RCEP helps emerging Asia-Pacific community with a shared future

Editor’s Note: Ji Xianbai is an assistant professor at the School of International Studies at Renmin University of China. He is the author of “Mega-regionalism and the geo-economic competition of the great powers”. The article reflects the views of the author and not necessarily those of CGTN.

For a long time, the global landscape of regionalism was dominated by two major trading blocs, namely the European Single Market which underpins the European integration project and the North American Free Trade Area (now superseded by the Agreement United States-Mexico-Canada) which cemented the central role of the North American economic circle in the global economy.

This bipolar, Euro-Atlantic-centric state of affairs – reminiscent of the imperial world order of yesteryear – is now behind us with the emergence of a tripolar model. Indeed, the historic Regional Comprehensive Economic Partnership (RCEP) takes effect today in 10 thriving Asia-Pacific economies: Australia, Brunei, Cambodia, China, Japan, Laos, New Zealand, Singapore, Thailand and Vietnam. (The deal will go into effect in South Korea within a month.)

Once four remaining countries (Indonesia, Malaysia, Myanmar and the Philippines) complete their respective national legislative procedures to apply it, RCEP will be the largest regional trade agreement in the world.

While it does not replace the pre-existing cross-trade agreements in place between the Association of Southeast Asian Nations (ASEAN) and its dialogue partners, RCEP actually simplifies regional trade rules, adopts rules of origin favorable to integration, improves cross-border coordination of exchange services, promotes the involvement of micro, small and medium-sized enterprises in international trade and lays a solid foundation for future cooperation on the digital economy and regulatory coherence .

As we know, India, a founding member of RCEP, withdrew at the last minute. But since India was not a core economy of the RCEP grouping, India’s withdrawal will not be too serious an obstacle for other RCEP participants, especially developing economies in Southeast Asia, to reap the benefits. benefits of closer economic integration with each other and with the North East. The economic heavyweights of Asia and the Pacific.

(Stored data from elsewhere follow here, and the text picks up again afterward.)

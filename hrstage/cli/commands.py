"""Argument parsing and the subcommands of ``hrstage`` (see :mod:`hrstage.cli`)."""

from __future__ import annotations

import argparse
import sys
import traceback
from pathlib import Path

from .. import __version__
from ..errors import HrstageInputError

EXIT_OK, EXIT_FAILURE, EXIT_USAGE = 0, 1, 2

CAUTION_LINE = ("Labels are indicative: they come from the HR position and analytic stellar relations "
                "and do not replace a spectroscopic analysis.")


class _UsageError(Exception):
    pass


class _Parser(argparse.ArgumentParser):
    """argparse that reports mistakes in one line (no usage dump) and lets us choose the exit."""

    def error(self, message):
        raise _UsageError(f"{message} (see '{self.prog} --help')")


# ------------------------------------------------------------------------------ options
def _role_pair(text: str):
    if "=" not in text:
        raise argparse.ArgumentTypeError(f"expected ROLE=COLUMN, got {text!r}")
    role, col = text.split("=", 1)
    role, col = role.strip(), col.strip()
    if not role or not col:
        raise argparse.ArgumentTypeError(f"expected ROLE=COLUMN, got {text!r}")
    return role, col


def _positive_int(text: str) -> int:
    try:
        n = int(float(text))
    except ValueError:
        raise argparse.ArgumentTypeError(f"expected a whole number, got {text!r}") from None
    if n < 1:
        raise argparse.ArgumentTypeError(f"expected a positive number, got {text!r}")
    return n


def _nonneg_int(text: str) -> int:
    try:
        n = int(float(text))
    except ValueError:
        raise argparse.ArgumentTypeError(f"expected a whole number, got {text!r}") from None
    if n < 0:
        raise argparse.ArgumentTypeError(f"expected a number >= 0, got {text!r}")
    return n


def _workers(text: str):
    if text.strip().lower() == "auto":
        return "auto"
    return _positive_int(text)


def _add_column_options(p):
    g = p.add_argument_group("columns")
    g.add_argument("--profile", choices=["direct", "gaia", "johnson", "spectroscopic", "none"],
                   help="column layout to use (default: detected from names, units and UCDs)")
    g.add_argument("--col", action="append", type=_role_pair, default=[], metavar="ROLE=COLUMN",
                   help="use COLUMN for ROLE (teff, lum, logl, radius, logg, feh, g, bp_rp, parallax, "
                        "v, b_v, sptype, ... and their _err); may be repeated")
    g.add_argument("--in-format", choices=["fits", "votable", "ecsv", "csv", "parquet"],
                   help="input format (default: from the suffix)")


def _add_model_options(p, draws_default=0):
    g = p.add_argument_group("classification")
    g.add_argument("--feh", type=float, default=None,
                   help="[Fe/H] for stars without one (default: solar, flagged)")
    g.add_argument("--draws", type=_nonneg_int, default=draws_default,
                   help=f"Monte Carlo draws per star for stage probabilities (default {draws_default})")
    g.add_argument("--seed", type=int, default=20240601, help="seed of the draws (default 20240601)")
    g.add_argument("--min-parallax-snr", type=float, default=5.0,
                   help="parallax/error below which luminosities are flagged unreliable (default 5)")
    g.add_argument("--parallax-zp", type=float, default=0.0,
                   help="parallax zero point in mas, subtracted from the parallaxes (default 0)")
    g.add_argument("--r-v", type=float, default=3.1, help="extinction-curve R_V (default 3.1)")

Traffic police patrol a street under increased social distancing amid the COVID-19 pandemic in Ho Chi Minh City, southern Vietnam, August 23, 2021. / Xinhua

Traffic police patrol a street under increased social distancing amid the COVID-19 pandemic in Ho Chi Minh City, southern Vietnam, August 23, 2021. / Xinhua

The economies of Southeast Asia have been hit hard by the debilitating COVID-19 pandemic, which has resulted in massive job losses, capital flight, factory closures and budget difficulties in large part of the region. In 2020, all but four Southeast Asian countries (Brunei, Laos, Myanmar and Vietnam) experienced negative economic growth.

Certainly, the region’s road to economic recovery will be filled with uncertainties and difficulties and will depend on the global path of vaccination and economic recovery. Yet the timely enactment of the RCEP Agreement will certainly provide a regional economic, legal and institutional framework within which interconnected economic growth can be facilitated and catalyzed.

With the Belt and Road Initiative (BRI) aimed at improving connectivity between nations, RCEP will help lift Southeast Asia out of the economic trough. The recently inaugurated China-Lao Railway connecting the Chinese city of Kunming in southwest China to the Laotian capital of Vientiane, which is part of the BRI, for example, has given much hope to revive the landlocked Laotian economy in the era of RCEP.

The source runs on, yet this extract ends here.